[Work task]
All lines from the one with "not seating. */" onward, through the last line of the records below, are to be retyped word for word.

Material for the task Start Marker

import { normalProbability } from '../statistics/normal-distribution.js';
import type { Figure } from './dimension.js';

/** How a pair of revisions meets, from the roomiest to the one nobody can tell. */
export type SeatVerdict = 'seats-with-room' | 'seats-snugly' | 'tight' | 'will-not-seat' | 'not-known';

/** Chance from which a pair counts as seating, and up to which as not seating. */
export const certainFrom = 0.95;

/** Chance that a normal figure is zero or more; a figure without uncertainty is certain. */
export function chancePositive(value: Figure): number {
  if (value.uncertainty === 0) return value.value >= 0 ? 1 : 0;
  return normalProbability(value.value / value.uncertainty);
}

/**
 * Verdict from the chance of seating and the clearance: seats from 0.95 (with room above the snug limit, else snugly),
 * will not seat up to 0.05, tight in between. Clearance and limit in mm.
 */
export function verdictOf(chance: number, clearance: number, snugLimit: number): SeatVerdict {
  if (chance >= certainFrom) return clearance > snugLimit ? 'seats-with-room' : 'seats-snugly';
  return chance <= 1 - certainFrom ? 'will-not-seat' : 'tight';
}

Material for the task End Marker

[Worked solution]
/** Chance from which a pair counts as seating, and up to which as not seating. */
export const certainFrom = 0.95;

/** Chance that a normal figure is zero or more; a figure without uncertainty is certain. */
export function chancePositive(value: Figure): number {
  if (value.uncertainty === 0) return value.value >= 0 ? 1 : 0;
  return normalProbability(value.value / value.uncertainty);
}

/**
 * Verdict from the chance of seating and the clearance: seats from 0.95 (with room above the snug limit, else snugly),
 * will not seat up to 0.05, tight in between. Clearance and limit in mm.
 */
export function verdictOf(chance: number, clearance: number, snugLimit: number): SeatVerdict {
  if (chance >= certainFrom) return clearance > snugLimit ? 'seats-with-room' : 'seats-snugly';
  return chance <= 1 - certainFrom ? 'will-not-seat' : 'tight';
}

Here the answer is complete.